This is a C++ template libray for various precision linear algebra. It is aiming to research on the approximate computing for optimization algorithms with linear algebra arithmetics in the software layer. The code is synthesizable using High Lever Synthesis (HLS) tool targeting on the hardware design on FPGA. It's also extending to more Machine Learning applications.
sudo apt install python python-numpy python-matplotlib libboost-all-dev libeigen3-dev fftw-dev -y
Notice that: currently the fixed-point arithmetics are all based on the Xilinx Vivado HLS fixed-point template. You MUST have a Xilinx license first. Then copy the "include" folder to the "header" folder and renamed as "xilinx". Otherwise, you cannot pass the compilation with fixed point support. All the copyright of the fixed-point arithmetic templates are belong to Xilinx
Different precision of gradient process is evaluated on x86 platform with Intel i7 6820HK with 8Gb DDR4 memory. (W: the total bit width, I: the integer bit width, M: the mantissa bit witdh)
float: Number of iterations = 40529, Time Usage = 252.721 ms
double: Number of iterations = 40683, Time Usage = 574.483 ms
float: Number of iterations = 47934, Time Usage = 833.31 ms
double: Number of iterations = 48191, Time Usage = 1487.99 ms
float: Number of iterations = 224087, Time Usage = 11561.9 ms
double: Number of iterations = 224665, Time Usage = 21787.5 ms
float: Number of iterations = 403136, Time Usage = 66061.3 ms
double: Number of iterations = 402571, Time Usage = 122316 ms
float: Number of iterations = 297133, Time Usage = 313763 ms
double: Number of iterations = 261360, Time Usage = 395742 ms
W10, M5 W12, M5 W16, M5 W24, M9
W10, M5: Number of iterations = 99998, Time Usage = 11750 ms
W12, M5: Number of iterations = 99998, Time Usage = 11062.5 ms
W16, M5: Number of iterations = 99998, Time Usage = 11265.6 ms
W24, M9: Number of iterations = 40570, Time Usage = 4546.88 ms
W10, M5 W12, M5 W16, M5 W24, M9
W10, M5: Number of iterations = 99998, Time Usage = 41703.1 ms
W12, M5: Number of iterations = 99998, Time Usage = 41781.2 ms
W16, M5: Number of iterations = 99998, Time Usage = 35000 ms
W24, M9: Number of iterations = 47960, Time Usage = 19796.9 ms
W28, I10: Number of iterations = 1617, Time Usage = 597.451 ms
W32, I12: Number of iterations = 3678, Time Usage = 3830.12 ms
W48, I12: Number of iterations = 41602, Time Usage = 70051.8 ms
W28, I12: Number of iterations = 2635, Time Usage = 332.926 ms
W32, I12: Number of iterations = 3228, Time Usage = 877.335 ms
W48, I16: Number of iterations = 36661, Time Usage = 17046.1 ms
As shown, the iteration numbers using float and double precision across different dimention size are very similar from 64 to 256. When reaching the dimension 1024, there is a siginificant difference of iteration number between float and double precision data type.
As shown, the executing time of double precision is alway larger than the float precision even when less iteration happens at dimension 1024.
As shown, the iteration number of fixed point precision is significantly lower than the floating point precision but it is at a cost of degree of optimization. To be specifically, the gradient descend iteration termiated earlier due to the quantization of the either integer or the fraction part of the fixed point number. It is hard to garantee there is both enough bit to represent the integer or the fraction part unless very large number of bits are used. So when quantized, the gradient decent cannot continue any more as the error between current iteration and last iteration will be ZERO, which means there is no further 'descend'.

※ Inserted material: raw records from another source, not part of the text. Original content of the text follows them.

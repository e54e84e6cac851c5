"""``rondo week STOPS.csv``: spread the clients over the working days, each day exact."""

from __future__ import annotations

import re

from solver.clock import format_clock, parse_clock
from solver.day import DayRules
from solver.errors import InvalidInput
from solver.week import WeekClient, WeekProblem, WorkDay, plan_week

from .cli_solve import DEFAULT_DAY_END, DEFAULT_DAY_START, _break_rule, read_home_and_stops

__all__ = ["WEEKDAYS", "parse_weekdays", "run_week"]

WEEKDAYS = ("Mon", "Tue", "Wed", "Thu", "Fri", "Sat", "Sun")


def parse_weekdays(text: str, *, field: str) -> list[int]:
    """ "Mon-Fri", "Mon Wed Fri" or "mon,thu" as weekday numbers (Monday 0)."""
    lookup = {d.lower(): k for k, d in enumerate(WEEKDAYS)}
    days: list[int] = []
    for part in re.split(r"[\s,;]+", text.strip()):
        if not part:
            continue
        ends = part.split("-")
        try:
            numbers = [lookup[e.strip().lower()[:3]] for e in ends]
        except KeyError:
            raise InvalidInput(f"{field} {text!r}: {part!r} is not a weekday; expected names "
                               "such as Mon, Tue or ranges such as Mon-Fri", field=field,
                               value=text) from None
        if len(numbers) == 2 and numbers[0] <= numbers[1]:
            days.extend(range(numbers[0], numbers[1] + 1))
        elif len(numbers) == 1:
            days.append(numbers[0])
        else:
            raise InvalidInput(f"{field} {text!r}: {part!r} is not a forward range",
                               field=field, value=text)
    if not days:
        raise InvalidInput(f"{field} {text!r} names no weekday", field=field, value=text)
    return sorted(set(days))


def run_week(args) -> tuple[dict, str]:
    home, stops, _, matrix = read_home_and_stops(args)
    weekdays = parse_weekdays(args.days, field="--days")
    rules = DayRules(parse_clock(args.day_start or DEFAULT_DAY_START, field="--day-start"),
                     parse_clock(args.day_end or DEFAULT_DAY_END, field="--day-end"),
                     objective=args.objective, break_rule=_break_rule(args.break_rule))
    days = tuple(WorkDay(WEEKDAYS[w], rules, args.max_visits, args.max_work_min)
                 for w in weekdays)
    position_of = {w: k for k, w in enumerate(weekdays)}
    clients = []
    for node, stop in enumerate(stops, start=1):
        where = f"client {stop.name!r}"
        allowed = None
        if stop.cells.get("days"):
            wanted = parse_weekdays(stop.cells["days"], field=f"{where} days")
            allowed = tuple(position_of[w] for w in wanted if w in position_of)
            if not allowed:
                raise InvalidInput(f"{where} receives visitors only on {stop.cells['days']}, "
                                   f"which is not a working day ({args.days})", field="days",
                                   value=stop.cells["days"])
        fixed = None
        if stop.cells.get("fixed_day"):
            (w,) = parse_weekdays(stop.cells["fixed_day"], field=f"{where} fixed_day")[:1]
            if w not in position_of:
                raise InvalidInput(f"{where} is fixed to {stop.cells['fixed_day']}, not a "
                                   "working day", field="fixed_day", value=stop.cells["fixed_day"])
            fixed = position_of[w]
        clients.append(WeekClient(
            stop.name, node, stop.service_min, stop.windows, allowed_days=allowed,
            visits=_whole(stop.cells.get("visits_per_week"), 1, f"{where} visits_per_week"),
            min_gap_days=_whole(stop.cells.get("min_gap_days"), 1, f"{where} min_gap_days"),
            fixed_day=fixed))
    plan = plan_week(WeekProblem(matrix.km, matrix.minutes, tuple(clients), days),
                     time_limit_s=args.time_limit, method=args.week_method)
    payload = plan.as_dict()
    lines = [f"{'day':<4} {'visits':>6} {'km':>8} {'drive h':>8}  home by"]
    for name, day_plan, names in zip(plan.day_names, plan.days, plan.assignment, strict=True):
        if day_plan is None:
            lines.append(f"{name:<4} {0:>6} {0:>8.1f} {0:>8.1f}  —")
            continue
        lines.append(f"{name:<4} {len(names):>6} {day_plan.total_km:>8.1f} "
                     f"{day_plan.total_drive_min / 60:>8.1f}  {format_clock(day_plan.return_min)}"
                     f"   {', '.join(v.name for v in day_plan.visits)}")
    proof = ("proven optimal week" if plan.proven_optimal else
             f"each day proven; week at most {100 * plan.gap:.1f} % above the optimum "
             f"(bound {plan.lower_bound:.1f} km: {plan.bound_note})")
    lines.append(f"week: {plan.total_km:.1f} km, {plan.total_drive_min / 60:.1f} h driving; "
                 f"{proof} ({plan.method}, {plan.seconds:.1f} s)")
    return payload, "\n".join(lines)


def _whole(text: str | None, default: int, field: str) -> int:
    if not text:
        return default
    try:
        return int(text)
    except ValueError:
        raise InvalidInput(f"{field} {text!r} is not a whole number", field=field,
                           value=text) from None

The executing time comparison between fixed point and floating point is not fair enough on x86 hard core processor as the fixed point has large overhead in approximating the floating number into fixed point. The fixed point arithmetics are based on the Xilinx HLS library headers. The results are better to be considered as a verification of the various precision effect on the proximal gradient descend algorithm.
By comparing the optimized solution between C++ and CVX code, it is clear that both float and double precision maitains the better optimized solution to the problem with only 0.0007 normalized error compared to CVX solution, while the fixed point precision has much wrose normalized error up to 0.25 compared to CVX solution. By using the fixed point precision, minimun value of cost function is much larger than the float and double precision due to the fact that it has not reash as optimal as float and double precision did when doing the gradient descend.
Similar situation happens for the dimension 128.